Substitute $4\times {10}^{-5}\text{}\text{mol}$ for the moles of ${\text{O}}_2$ and $32\text{}\text{g/mol}$ for the molar mass in equation (5) to calculate the mass of ${\text{O}}_2$.

$\begin{array}{c}{\text{Mass of O}}_2=\left(4\times {10}^{-5}\text{}\text{mol}\right)\left(\frac{32\text{}\text{g}}{1\text{}\text{}\text{mol}}\right)\\ =0.00128\text{g}\end{array}$

Substitute $14.6\text{}\text{mol}$ for the moles of acrylic acid and $\text{72}\text{.06}\text{g/mol}$ for the molar mass in equation (5) to calculate the mass of acrylic acid.

$\begin{array}{c}\text{Mass of acrylic acid}=\left(14.6\text{}\text{mol}\right)\left(\frac{\text{72}\text{.06}\text{}\text{g}}{1\text{}\text{}\text{mol}}\right)\\ =1052.076\text{g}\end{array}$

The formula to calculate the mass of the solution is as follows:

$\text{Mass}\text{}\text{of}\text{solution}=\text{Mass}\text{of}\text{solute}+\text{Mass}\text{of}\text{solvent}$ (6)

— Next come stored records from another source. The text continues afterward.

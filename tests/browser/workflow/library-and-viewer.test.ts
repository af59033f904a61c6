import { afterAll, beforeAll, describe, expect, it } from 'vitest'
import type { BrowserContext, Page } from 'playwright-core'
import { artifactsDir, launchBrowser } from '../../support/browser'
import { openAs, runThroughApi, samplesDir, workflowFixture, type WorkflowFixture } from './fixtures'

// The error-set library (a malformed upload is refused with its location and nothing stored;
// the set page plots densities and reads out the sum rules), the new-study form, and the
// viewer, who reads a study but has no Run button and whose run the API refuses. The file's
// workspace is made once through the API; each test opens its own page as its own user, and
// none changes what another reads (the viewer's test runs the study, which no other test uses).
describe('the library, the new-study form and the viewer', () => {
  let context: BrowserContext
  let close: () => Promise<void>
  let fx: WorkflowFixture
  const shot = (page: Page, name: string) => page.screenshot({ path: `${artifactsDir}workflow-${name}.png`, fullPage: true, animations: 'disabled' })

  beforeAll(async () => {
    fx = await workflowFixture('Osprey neutrino group', 5)
    ;({ context, close } = await launchBrowser())
  })
  afterAll(async () => { await close?.() })

  it('refuses a malformed set file with the located problem and stores nothing', async () => {
    const page = await openAs(context, fx.ws.analyst, '/sets')
    await page.locator('[data-set="toy-hessian"]').waitFor()
    await shot(page, 'sets')
    await page.getByRole('button', { name: 'Upload a set file' }).click()
    await page.locator('input[type="file"]').setInputFiles(`${samplesDir}sets/bad-nan.sheafset`)
    await page.getByRole('button', { name: 'Upload set' }).click()
    const alert = page.getByRole('alert')
    await alert.waitFor()
    const text = await alert.textContent()
    expect(text).toContain('Nothing was stored')
    expect(text).toContain('member 2 · x node 3 · Q² node 1 · flavour 21')
    expect(text).toContain('NaN')
    await shot(page, 'set-upload-error')
    const sets = await fx.ws.analyst.client.get(`/api/workspaces/${fx.ws.id}/sets`)
    expect(sets.body.sets.map((s: { name: string }) => s.name).sort()).toEqual(['toy-hessian', 'toy-replicas'])
  })

  it('shows a set: summary, densities on a log-x plot and the sum rules', async () => {
    const page = await openAs(context, fx.ws.analyst, '/sets')
    await page.getByRole('link', { name: 'toy-hessian' }).click()
    await page.waitForURL(/\/sets\/[0-9a-f-]{36}/)
    await page.locator('.js-plotly-plot').first().waitFor()
    await page.locator('[data-rule="momentum"]').waitFor()
    expect(await page.getByRole('heading', { name: 'toy-hessian 1' }).isVisible()).toBe(true)
    await page.getByLabel('Ratio to').selectOption(fx.replicasId)
    await expect.poll(() => page.locator('.js-plotly-plot').count()).toBe(2)
    await shot(page, 'set-detail')
  })

  it('offers the library kernels and the user kernel in the new-study form', async () => {
    const page = await openAs(context, fx.ws.analyst, '/studies')
    await page.getByRole('button', { name: 'New study' }).click()
    await page.getByLabel('Observable (kernel)').selectOption('drell-yan')
    expect(await page.getByLabel('√s').inputValue()).toBe('13000')
    await page.getByLabel('Observable (kernel)').selectOption('user')
    await page.getByLabel(/^Expression/).fill('x ** (')
    await expect.poll(() => page.locator('[data-expression-check]').textContent(), { timeout: 10_000 }).toMatch(/column \d+/)
    await page.getByLabel(/^Expression/).fill('x / q2')
    await expect.poll(() => page.locator('[data-expression-check]').textContent(), { timeout: 10_000 }).toContain('valid')
    await shot(page, 'new-study')
  })

  it('lets the viewer read the study and its bands without a Run button; the API refuses the viewer\'s run', async () => {
    const results = await runThroughApi(fx)
    expect(results.map(r => r.state)).toEqual(['done', 'done'])
    const page = await openAs(context, fx.ws.viewer, `/studies/${fx.studyId}`)
    await page.locator('.sheaf-bins .ht_master td').first().waitFor()
    expect(await page.getByRole('heading', { name: 'Computation' }).isVisible()).toBe(true)
    expect(await page.getByRole('button', { name: /^Run on/ }).count()).toBe(0)
    expect(await page.getByRole('button', { name: 'Save bins' }).count()).toBe(0)
    await page.locator('[data-band-plot] .js-plotly-plot').waitFor()
    expect(await page.getByRole('button', { name: /Submit version/ }).count()).toBe(0)
    await shot(page, 'study-viewer')
    const refused = await fx.ws.viewer.client.post(`/api/workspaces/${fx.ws.id}/studies/${fx.studyId}/run`, {})
    expect(refused.status).toBe(403)
  })
})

Substitute $0.00128\text{g}$ for the mass of solute and $1052.076\text{g}$ for the mass of solvent in equation (6).

$\begin{array}{c}\text{Mass}\text{}\text{of}\text{solution}=0.00128\text{g}+1052.076\text{g}\\ \text{=1052}\text{.07728}\text{g}\end{array}$

Substitute $0.00128\text{g}$ for the mass of solute and $\text{1052}\text{.07728}\text{g}$ for the mass of solution in equation (4).

$\begin{array}{c}\text{ppm}=\left(\frac{0.00128\text{g}}{\text{1052}\text{.07728}\text{g}}\right){10}^6\\ =1.2165\text{ppm}\\ =1\text{ppm}\end{array}$

Conclusion

The concentration of ${\text{O}}_2$ is $\text{1 ppm}$.